SIMS: And we had some severe winds on that, you know, the oncoming of the eyewall.
(END VIDEO CLIP)
PAUL: We want to let you know we're just getting word that Hurricane Harvey has now been downgraded to category 1. That would be 74 to 95 miles per hour. I don't know the miles per hour specifically that it's been clocked at this point.
But again, it has just been downgraded to a category 1. It hit as a category 4. There were people who said, I'm going to stick around here. I'm not going to -- I'll wait it out. I'll take my chances. And because of that, they were the ones that got to witness what happened as it came ashore.

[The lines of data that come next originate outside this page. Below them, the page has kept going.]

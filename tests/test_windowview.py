"""The windows' machine formats (:mod:`skyplan.render.windowcolumns`): every format, read
back with the standard library's own readers (:mod:`json`, :mod:`csv`), gives the values of
the documented layout, rebuilt here independently from the result arrays with plain Python
(``datetime``), in every corner: names with commas and quotes, resolved
identifiers, bodies, targets with no window (nulls), and any block size."""

from __future__ import annotations

import csv
import datetime as dt
import io
import json
import math

import numpy as np
import pytest

from skyplan.engine import night, windows
from skyplan.inputs import limits, scenario, sites, targets
from skyplan.render import windowcolumns

KEYS = ["name", "ra_deg", "dec_deg", "rise", "transit", "set", "transit_alt_deg",
        "transit_airmass", "windows", "usable_minutes", "best_time", "best_airmass", "status",
        "lost_minutes", "near_sun", "daylight_window", "sun_distance_deg", "moon_distance_deg"]


@pytest.fixture(scope="module")
def results(tmp_path_factory):
    site = sites.find_site("Hollowmere", scenario.demo_path("sites.toml"))
    n = night.compute_night(site, dt.date(2026, 12, 18))
    odd = tmp_path_factory.mktemp("cat") / "odd.csv"
    odd.write_text('name,ra,dec\n"Comma, Star",10,20\n"Quote ""Q"" Star",30,40\n'
                   "M 42,,\nVega,,\nJupiter,,\nDeep South,06:00:00,-80:00:00\n")
    out = []
    for path, lim in ((scenario.demo_path("programme.csv"), limits.build_limits(site.limits)),
                      (odd, limits.build_limits({}, dark="none", moon_gap=10))):
        tset, _ = targets.target_set(targets.load_catalog(path))
        out.append(windows.compute_windows(tset, site, n, lim))
    return out


def _number(x, places: int):
    """Rounded to ``places`` as numpy rounds (scaled, then to the nearest even, as the output
    always has been); null (None) where not finite."""
    x = float(x)
    return float(np.round(x, places)) if math.isfinite(x) else None


def _instant(u):
    """ISO 8601 UTC with Z to the nearest second, by the datetime module; None for NaN."""
    if not math.isfinite(float(u)):
        return None
    stamp = dt.datetime.fromtimestamp(round(float(u)), dt.UTC)
    return stamp.strftime("%Y-%m-%dT%H:%M:%SZ")


def _status(res, i: int) -> str:
    usable = res.usable_s[i] > 0
    if res.status[i] == "never_up":
        return "never_up"
    if res.status[i] == "always_up":
        return "always_up" if usable else "always_up_blocked"
    return "observable" if usable else "not_observable"


def expected_records(res) -> list[dict]:
    """The documented record of each target, one Python loop over the result."""
    out = []
    w = res.windows
    for i in range(len(res.names)):
        sel = np.flatnonzero(w.rows == i)
        rec = {
            "name": str(res.names[i]), "ra_deg": _number(res.ra_deg[i], 7),
            "dec_deg": _number(res.dec_deg[i], 7), "rise": _instant(res.rise[i]),
            "transit": _instant(res.transit[i]), "set": _instant(res.set[i]),
            "transit_alt_deg": _number(res.transit_alt_deg[i], 3),
            "transit_airmass": _number(res.transit_airmass[i], 4),
            "windows": [{"start": _instant(w.start[k]), "end": _instant(w.end[k]),
                         "minutes": _number((w.end[k] - w.start[k]) / 60.0, 2)} for k in sel],
            "usable_minutes": _number(res.usable_s[i] / 60.0, 2),
            "best_time": _instant(res.best_time[i]),
            "best_airmass": _number(res.best_airmass[i], 4), "status": _status(res, i),
            "lost_minutes": {k: _number(v[i] / 60.0, 2) for k, v in res.lost_s.items()},
            "near_sun": bool(res.near_sun[i]), "daylight_window": bool(res.daylight_window[i]),
            "sun_distance_deg": _number(res.sun_distance_deg[i], 2),
            "moon_distance_deg": _number(res.moon_distance_deg[i], 2),
        }
        if res.identifiers[i]:
            rec["identifier"] = str(res.identifiers[i])
        out.append(rec)
    return out


def _frames(res, chunk: int, text_times: bool = True):
    n = len(res.names)
    ident = windowcolumns.has_identifiers(res)
    return [windowcolumns.frame(res, a, min(n, a + chunk), identifier=ident,
                                text_times=text_times)
            for a in range(0, max(n, 1), chunk)]


def _iso(value):
    """Every datetime in a record as the JSON output's text; each must be aware UTC."""
    import datetime as dt

    if isinstance(value, dt.datetime):
        assert value.utcoffset() == dt.timedelta(0)
        return value.strftime("%Y-%m-%dT%H:%M:%SZ")
    if isinstance(value, dict):
        return {k: _iso(v) for k, v in value.items()}
    if isinstance(value, list):
        return [_iso(v) for v in value]
    return value


def _same(got, want) -> None:
    """Equal values and the same keys in the same order, at every level."""
    assert got == want
    if isinstance(want, dict):
        assert list(got) == list(want)
        for k in want:
            _same(got[k], want[k])
    elif isinstance(want, list):
        for g, w in zip(got, want):
            _same(g, w)


@pytest.mark.parametrize("chunk", [1, 3, 50_000])
def test_json_and_ndjson_hold_the_documented_values(results, chunk) -> None:
    for res in results:
        want = expected_records(res)
        array = b"".join(bytes(x) for x in windowcolumns.json_stream(_frames(res, chunk)))
        lines = b"".join(bytes(x) for x in windowcolumns.ndjson_stream(_frames(res, chunk)))
        assert array.endswith(b"]\n") and lines.endswith(b"}\n")
        _same(json.loads(array), want)
        _same([json.loads(line) for line in lines.splitlines()], want)
        assert [list(r)[:len(KEYS)] for r in want] == [KEYS] * len(want)
    _same(windowcolumns.records(res), want)  # the small, indented document's records


def csv_from_records(res, columns: list[str]) -> list[list[str]]:
    """The reference: the records flattened into the text of CSV fields."""
    def text(value) -> str:
        return "" if value is None else str(value)

    rows = [columns]
    for r in expected_records(res):
        flat = {**{k: v for k, v in r.items() if k not in ("windows", "lost_minutes")},
                "windows": ";".join(f"{w['start']}/{w['end']}" for w in r["windows"]),
                **{f"lost_{k}_min": v for k, v in r["lost_minutes"].items()}}
        rows.append([text(flat.get(c)) for c in columns])
    return rows


def _csv_values(cells: list[str]) -> list:
    """Numbers compared as numbers (their text may differ: 1e-05 and 0.00001), the rest as
    text."""
    out = []
    for c in cells:
        try:
            out.append(float(c))
        except ValueError:
            out.append(c)
    return out


@pytest.mark.parametrize("chunk", [1, 3, 50_000])
def test_csv_holds_the_documented_values(results, chunk) -> None:
    for res in results:
        with_identifier = bool((res.identifiers != "").any())
        columns = windowcolumns.csv_columns(list(res.lost_s), with_identifier=with_identifier)
        text = b"".join(windowcolumns.csv_stream(_frames(res, chunk), list(res.lost_s)))
        got = list(csv.reader(io.StringIO(text.decode(), newline="")))
        want = csv_from_records(res, columns)
        assert got[0] == want[0] == columns
        assert [_csv_values(r) for r in got] == [_csv_values(r) for r in want]
    assert b'"Comma, Star"' in text and b'"Quote ""Q"" Star"' in text  # quoted as csv does


def test_csv_header_order() -> None:
    assert windowcolumns.csv_columns(["dark", "moon"], with_identifier=True) == [
        "name", "identifier", "ra_deg", "dec_deg", "rise", "transit", "set", "transit_alt_deg",
        "transit_airmass", "usable_minutes", "best_time", "best_airmass", "status", "near_sun",
        "daylight_window", "sun_distance_deg", "moon_distance_deg", "windows", "lost_dark_min",
        "lost_moon_min"]


def test_parquet_holds_the_same_records(results) -> None:
    import pyarrow.parquet as pq  # an independent reader of the open format

    for res in results:
        data = windowcolumns.parquet(_frames(res, 3, text_times=False))
        table = pq.read_table(io.BytesIO(data))
        assert str(table.schema.field("transit").type) == "timestamp[us, tz=UTC]"
        got = [_iso(rec) for rec in table.to_pylist()]
        for rec in got:
            if rec.get("identifier", "") is None:
                del rec["identifier"]
        assert got == expected_records(res)


def test_records_keep_the_user_name_and_add_the_identifier(results) -> None:
    recs = windowcolumns.records(results[1])
    by_name = {r["name"]: r for r in recs}
    assert by_name["M 42"]["identifier"] == "M 42 = NGC 1976"
    assert "identifier" not in by_name["Comma, Star"]
    assert by_name["Deep South"]["status"] == "never_up" and by_name["Deep South"]["windows"] == []
    assert by_name["Deep South"]["best_time"] is None
    assert np.isclose(sum(by_name["Vega"]["lost_minutes"].values())
                      + by_name["Vega"]["usable_minutes"],
                      (results[1].span[1] - results[1].span[0]) / 60.0, atol=0.05)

And our producer, Victoria Kennedy, just told me that the winds are sustained at 90 miles per hour now, so down from where they were but still 90 miles an hour, still enough still enough to cause damage.
For those who stayed where they are, stayed in their homes, CNN's George Howell spoke with one of them and he was in Corpus Christi as the storm made landfall.
(BEGIN VIDEO CLIP)
HOWELL: Let's bring in Nick Bignac (ph), he decided to remain in Corpus Christi to ride the storm out, Nick is live with us on the phone.
Nick, I want to ask you first of all, what this experience was like. We're thankful to be chatting with you here to get your assessment of what happened.
How intense was the storm when it came through?
NICK BIGNAC (PH), RESIDENT: Hi, there, I'm glad to be talking with you, too. I have to agree with the gentleman who was just speaking a few seconds ago. It's interesting that this thing is turning into quite the marathon. You expect these things to be a quicker flash than they are.
To be honest, the intensity still hasn't let up. As the storm came in earlier this evening, things were a little lighter than they are now. And you'd expect it to get intense and then let up. But things have not let up at all. It's lasting for hours and it's quite interesting.
HOWELL: Nick, talk to us about the decision that you and your family made to stay there.
How did you reach that conclusion?
You know that city, you know this area and I'm sure you've seen your share of storms come through.
How did you reach that decision?
BIGNAC (PH): Well, yes it was a tough decision. A number, actually probably the majority of my friends and family have left town, left town as early as Thursday. And my children actually were able to leave town with their mother.
However, I happen to have a mother who have a surgery on her neck scheduled for a number of months, on Thursday.